Now let’s turn to three major planks in the Trump platform that will be harder than he thinks, but where he can cause a lot of harm trying.
• Health care. They say you can’t beat something with nothing. Are we about to try? Mr. Trump campaigned on repealing ObamaCare “on day one” and replacing it with . . . well, something great.
He mentioned health savings accounts, which may be great for the rich but are useless to the poor, and getting insurance companies to compete across state lines, which won’t accomplish much.
But not even Congress can scrap ObamaCare immediately. Yes, it can repeal the Affordable Care Act. But a mass of regulations implementing the law are on the books, and the U.S. has slow-moving administrative procedures for changing regulations. Unless Mr. Trump also repeals the rule of law.
That said, the new president and Congress can throw a huge monkey wrench into our health-insurance system by, for example, ending all the subsidies under ObamaCare.

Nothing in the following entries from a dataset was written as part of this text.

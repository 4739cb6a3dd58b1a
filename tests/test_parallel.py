"""The one parallel layer: fixed blocks, results in block order, the same
numbers whatever the number of worker processes; progress and Ctrl-C."""

from __future__ import annotations

import multiprocessing
import time
from pathlib import Path

import numpy as np
import pytest

from shotplan.parallel import default_workers, map_blocks, split

DEMO = Path(__file__).resolve().parent.parent / "assets" / "drills" / "club-night-drills.json"


def _normal_sum(seed: int, block: tuple[int, int]) -> float:
    """A block's own draws: seeded by the block, not by the worker."""
    start, stop = block
    return float(np.random.default_rng([seed, start]).standard_normal(stop - start).sum())


def _square(_shared: object, x: int) -> int:
    return x * x


def _fail_on_three(_shared: object, x: int) -> int:
    if x == 3:
        raise ValueError("block 3 is bad")
    return x


def _slow(_shared: object, x: int) -> int:
    time.sleep(0.2)
    return x


def test_split_by_hand() -> None:
    # Worked by hand: 10 items in blocks of 4 are 0-3, 4-7, 8-9.
    assert split(10, 4) == [(0, 4), (4, 8), (8, 10)]
    assert split(8, 4) == [(0, 4), (4, 8)]
    assert split(0, 4) == []
    with pytest.raises(ValueError):
        split(5, 0)


def test_same_numbers_whatever_the_workers() -> None:
    blocks = split(10_000, 1_000)
    # The reference: numpy itself, block by block, in this process.
    want = [float(np.random.default_rng([42, a]).standard_normal(b - a).sum())
            for a, b in blocks]
    for workers in (0, 1, 2):
        assert map_blocks(_normal_sum, blocks, 42, workers=workers) == want, workers


def test_results_in_block_order_and_progress() -> None:
    seen: list[tuple[int, int]] = []
    out = map_blocks(_square, list(range(7)), workers=2, sizes=[10] * 7,
                     progress=lambda d, t: seen.append((d, t)))
    assert out == [0, 1, 4, 9, 16, 25, 36]  # squares, by hand
    assert seen[0] == (0, 70) and seen[-1] == (70, 70)
    done = [d for d, _ in seen]
    assert done == sorted(done) and len(seen) == 8  # 0 first, then one call per block


def test_a_failing_block_raises_and_stops_the_workers() -> None:
    with pytest.raises(ValueError, match="block 3"):
        map_blocks(_fail_on_three, list(range(8)), workers=2)
    assert multiprocessing.active_children() == []


def test_ctrl_c_stops_the_workers() -> None:
    def interrupt(done: int, _total: int) -> None:
        if done >= 1:
            raise KeyboardInterrupt

    t0 = time.perf_counter()
    with pytest.raises(KeyboardInterrupt):
        map_blocks(_slow, list(range(40)), workers=2, progress=interrupt)
    # 40 blocks of 0.2 s on 2 workers would take 4 s; stopping takes far less.
    assert time.perf_counter() - t0 < 2.0
    assert multiprocessing.active_children() == []


def test_default_workers_is_a_core_count() -> None:
    # The cores this process may run on, as the operating system reports
    # them (Linux's affinity mask; os.cpu_count where there is none).
    import os

    cores = len(os.sched_getaffinity(0)) if hasattr(os, "sched_getaffinity") else os.cpu_count()
    assert default_workers() == max(cores or 1, 1)


def test_drill_station_same_with_one_and_two_workers() -> None:
    from shotplan.drills import BLOCK_TRIALS, LEVELS, load_drill, plan_station, simulate_station

    drill = load_drill(DEMO)
    plan = plan_station(drill.stations[0])
    trials = 2 * BLOCK_TRIALS + 137  # three blocks, the last one short
    results = [simulate_station(plan, LEVELS["club"], trials=trials, seed=5, workers=w)
               for w in (0, 1, 2)]
    first = results[0]
    for r in results[1:]:
        assert (r.pocket, r.position, r.both, r.miscues, r.scratches) == \
            (first.pocket, first.position, first.both, first.miscues, first.scratches)
        np.testing.assert_array_equal(r.finishes, first.finishes)


def test_on_a_dask_cluster_the_same_numbers_and_each_result_as_it_arrives() -> None:
    distributed = pytest.importorskip("distributed")
    blocks = split(5_000, 1_000)
    want = map_blocks(_normal_sum, blocks, 42, workers=0)
    seen: dict[int, float] = {}
    with distributed.Client(processes=False, n_workers=1, threads_per_worker=2,
                            dashboard_address=None) as client:
        got = map_blocks(_normal_sum, blocks, 42, client=client,
                         on_result=lambda k, r: seen.__setitem__(k, r))
    assert got == want
    assert seen == dict(enumerate(want))


def test_sizes_must_match_the_blocks() -> None:
    with pytest.raises(ValueError, match="2 sizes for 3 blocks"):
        map_blocks(_square, [1, 2, 3], sizes=[1, 1], workers=0)


def _ended(pid: int) -> bool:
    """No such process, or one that has ended and waits to be reaped."""
    try:
        state = Path(f"/proc/{pid}/stat").read_text().rsplit(")", 1)[1].split()[0]
    except (FileNotFoundError, ProcessLookupError, IndexError):
        return True
    return state in ("Z", "X")


@pytest.mark.skipif(not Path("/proc/self/stat").exists(), reason="needs /proc (Linux)")
def test_workers_end_when_their_parent_is_killed_outright(tmp_path: Path) -> None:
    # A parent killed with SIGKILL cannot stop its pool; its workers must not
    # wait for work for ever (found: drill processes left behind by the test
    # that kills a sheet write). Each worker writes its pid, then blocks sleep.
    import os
    import signal
    import subprocess
    import sys

    script = tmp_path / "parent.py"
    script.write_text(
        "import os, sys, time\n"
        "from pathlib import Path\n"
        "from shotplan.parallel import map_blocks\n"
        "def block(folder, k):\n"
        "    Path(folder, f'{os.getpid()}.pid').write_text('')\n"
        "    time.sleep(60)\n"
        "    return k\n"
        "if __name__ == '__main__':\n"
        "    map_blocks(block, list(range(4)), sys.argv[1], workers=2)\n", encoding="utf-8")
    parent = subprocess.Popen([sys.executable, str(script), str(tmp_path)])
    deadline = time.monotonic() + 60.0
    pids: list[int] = []
    while len(pids) < 2 and time.monotonic() < deadline:
        time.sleep(0.1)
        pids = [int(p.stem) for p in tmp_path.glob("*.pid")]
    assert len(pids) == 2, "the workers did not start"
    os.kill(parent.pid, signal.SIGKILL)
    parent.wait()
    deadline = time.monotonic() + 10.0
    while not all(_ended(p) for p in pids) and time.monotonic() < deadline:
        time.sleep(0.1)
    left = [p for p in pids if not _ended(p)]
    for p in left:  # do not leave them behind even when the check fails
        os.kill(p, signal.SIGKILL)
    assert left == []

But do they really want millions of patients with serious pre-existing conditions to face bankruptcy, illness, or death? His Nov. 11 interview with this newspaper suggests not. But it will take money from somewhere to maintain the Affordable Care Act’s requirement that insurers accept customers with pre-existing conditions.
• Immigration. When it comes to illegal immigration, the new president will have ample enforcement powers. After all, illegals have broken the law; they can be deported. But even if humanitarian and civil-liberty concerns don’t detain him, think about the gigantic budgetary costs and economic disruptions of efforts to find and deport 11 million people. For starters, who will fill the jobs now being done by millions of undocumented workers? And did I mention the ridiculous wall?

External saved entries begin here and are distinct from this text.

# ----------------------------------------------------------------- targets
@pytest.mark.skipif(not POSIX, reason="symbolic links")
def test_a_link_is_written_through_to_its_target(tmp_path):
    target = tmp_path / "real.json"
    target.write_text("old")
    link = tmp_path / "link.json"
    link.symlink_to("real.json")
    atomic_write_bytes(link, b"new")
    assert link.is_symlink() and os.readlink(link) == "real.json"
    assert target.read_bytes() == b"new"
    assert _temps(tmp_path) == []


@pytest.mark.skipif(not POSIX, reason="symbolic links")
def test_a_dangling_link_creates_its_target(tmp_path):
    link = tmp_path / "link.json"
    link.symlink_to("made.json")
    atomic_write_bytes(link, b"made")
    assert link.is_symlink() and (tmp_path / "made.json").read_bytes() == b"made"


@pytest.mark.skipif(not POSIX, reason="symbolic links")
def test_a_link_loop_is_one_line(tmp_path):
    (tmp_path / "a.png").symlink_to("b.png")
    (tmp_path / "b.png").symlink_to("a.png")
    with pytest.raises(InputError, match="a.png: is a symbolic link that loops"):
        check_output_path(tmp_path / "a.png")


@pytest.mark.skipif(not hasattr(os, "mkfifo"), reason="FIFOs")
def test_a_fifo_is_never_replaced(tmp_path):
    fifo = tmp_path / "out.png"
    os.mkfifo(fifo)
    for write in (lambda: check_output_path(fifo), lambda: atomic_write_bytes(fifo, b"x")):
        with pytest.raises(InputError, match=r"out.png: is a FIFO \(named pipe\); shotplan "
                                             "replaces only regular files"):
            write()
    assert stat.S_ISFIFO(os.stat(fifo).st_mode)


@pytest.mark.skipif(not os.path.exists("/dev/null"), reason="device nodes")
def test_a_device_is_never_replaced():
    with pytest.raises(InputError, match="/dev/null: is a device"):
        check_output_path("/dev/null")


def test_a_folder_is_never_replaced(tmp_path):
    (tmp_path / "out.png").mkdir()
    with pytest.raises(InputError, match="out.png: is a folder, not a file"):
        atomic_write_bytes(tmp_path / "out.png", b"x")


def test_a_folder_named_as_output_is_called_a_folder(tmp_path):
    # A folder with no suffix once got "unsupported file type '(none)'"
    # (found in a new-user trial of `draw -o FOLDER`).
    (tmp_path / "pictures").mkdir()
    with pytest.raises(InputError, match="pictures: is a folder, not a file; give a file name "
                                         "ending in one of .png, .svg"):
        check_output_path(tmp_path / "pictures", (".png", ".svg"))


@pytest.mark.skipif(not POSIX, reason="file modes")
def test_a_read_only_file_needs_force(tmp_path):
    ro = tmp_path / "kept.json"
    ro.write_text("old")
    ro.chmod(0o444)
    with pytest.raises(InputError, match="kept.json: the file is read-only; give --force"):
        check_output_path(ro)
    with pytest.raises(InputError, match="read-only"):
        atomic_write_bytes(ro, b"new")
    assert ro.read_text() == "old"
    atomic_write_bytes(ro, b"new", force=True)
    assert ro.read_text() == "new"
    assert stat.S_IMODE(os.stat(ro).st_mode) == 0o444  # still read-only
    assert _temps(tmp_path) == []


# ------------------------------------------------------------ write errors
def test_a_full_disk_names_the_file_typed(tmp_path):
    out = tmp_path / "sheet.png"
    out.write_bytes(b"old")
    with pytest.raises(WriteError) as info:
        with atomic_path(out) as tmp:
            tmp.write_bytes(b"half")
            raise OSError(errno.ENOSPC, os.strerror(errno.ENOSPC))
    assert str(info.value) == f"{out}: cannot write: {os.strerror(errno.ENOSPC)}"
    assert info.value.errno == errno.ENOSPC and isinstance(info.value, OSError)
    assert out.read_bytes() == b"old" and _temps(tmp_path) == []


def test_a_failed_rename_names_the_file_typed_not_the_temporary(tmp_path, monkeypatch):
    out = tmp_path / "x.png"

    def refuse(src, dst):
        raise PermissionError(errno.EACCES, os.strerror(errno.EACCES), str(src))

    monkeypatch.setattr(os, "replace", refuse)
    with pytest.raises(WriteError) as info:
        atomic_write_bytes(out, b"data")
    assert str(info.value) == f"{out}: cannot write: {os.strerror(errno.EACCES)}"
    assert ".part" not in str(info.value)
    assert _temps(tmp_path) == [] and not out.exists()


def test_an_error_about_another_file_passes_through(tmp_path):
    with pytest.raises(FileNotFoundError) as info:
        with atomic_path(tmp_path / "x.png"):
            open(tmp_path / "elsewhere.txt")  # noqa: SIM115 - it raises
    assert info.value.filename == str(tmp_path / "elsewhere.txt")


def test_the_temporary_file_appears_only_when_written(tmp_path):
    with atomic_path(tmp_path / "x.png") as tmp:
        assert not tmp.exists() and _temps(tmp_path) == []
        tmp.write_bytes(b"now")
        assert _temps(tmp_path) == [tmp.name]
    assert (tmp_path / "x.png").read_bytes() == b"now" and _temps(tmp_path) == []


def test_a_very_long_name_still_gets_a_temporary_name_that_fits(tmp_path):
    name = "n" * 250 + ".png"  # 254 bytes: the usual limit is 255
    atomic_write_bytes(tmp_path / name, b"ok")
    assert (tmp_path / name).read_bytes() == b"ok"


# ------------------------------------------------------ stale temporaries
def _dead_pid() -> int:
    proc = subprocess.Popen([sys.executable, "-c", "pass"])
    proc.wait()
    return proc.pid


@pytest.mark.skipif(not POSIX, reason="process ids")
def test_stale_temporaries_of_dead_writers_go_on_the_next_write(tmp_path):
    from shotplan.files import write as fileio

    out = tmp_path / "d.png"
    host = fileio._host_tag()
    dead = tmp_path / f".d.png.{host}-{_dead_pid()}.0123abcd.part"
    alive = tmp_path / f".d.png.{host}-{os.getpid()}.4567cdef.part"
    other_host = tmp_path / f".d.png.zzzzzz-{_dead_pid()}.89abcdef.part"
    old_legacy = tmp_path / ".d.png.k2j4h5g6.part"
    new_legacy = tmp_path / ".d.png.a1b2c3d4.part"
    someone_elses = tmp_path / ".d.png.notes.part.txt"
    for p in (dead, alive, other_host, old_legacy, new_legacy, someone_elses):
        p.write_bytes(b"x")
    past = time.time() - LEGACY_STALE_SECONDS - 60
    os.utime(old_legacy, (past, past))
    assert sorted(stale_temporaries(out)) == sorted([dead, old_legacy])
    atomic_write_bytes(out, b"new")
    left = sorted(p.name for p in tmp_path.iterdir())
    assert left == sorted(p.name for p in (out, alive, other_host, new_legacy, someone_elses))


# ------------------------------------------------------------------ signals
@pytest.mark.skipif(not hasattr(signal, "SIGTERM") or not POSIX, reason="POSIX signals")
def test_sigterm_unwinds_and_removes_the_temporary_file(tmp_path):
    out = tmp_path / "t.png"
    out.write_bytes(b"old")
    before = signal.getsignal(signal.SIGTERM)
    with pytest.raises(Terminated) as info:
        with handle_termination():
            with atomic_path(out) as tmp:
                tmp.write_bytes(b"half")
                os.kill(os.getpid(), signal.SIGTERM)
                time.sleep(5)  # the handler raises before this ends
    assert info.value.signum == signal.SIGTERM
    assert out.read_bytes() == b"old" and _temps(tmp_path) == []
    assert signal.getsignal(signal.SIGTERM) == before  # put back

• International trade. Mr. Trump wants to renegotiate Nafta. If he doesn’t get a “better deal,” whatever that means, he threatens to abrogate the treaty. Legal experts disagree over whether the president has the unilateral power to do so, but that won’t detain a man who’s so used to being sued.
However, some of his foreign-policy advisers might warn him about the perils of abrogating treaties.
The U.S. is party to lots of them—and will no doubt want to negotiate more.
Even without abrogating Nafta, U.S. trade laws offer the president ample tools with which to wreck trade with Mexico. Doing so would throw Mexico into a depression, thereby provoking more illegal border crossings. It would raise prices here and likely destroy more American jobs than it creates.
Throw in some slaps in the face toward China (branding it a currency manipulator, 45% tariffs, etc.), and you have the beginnings of a trade war that no one wants—except Vladimir Putin.
Mr. Blinder is a professor of economics and public affairs at Princeton University and a former vice chairman of the Federal Reserve.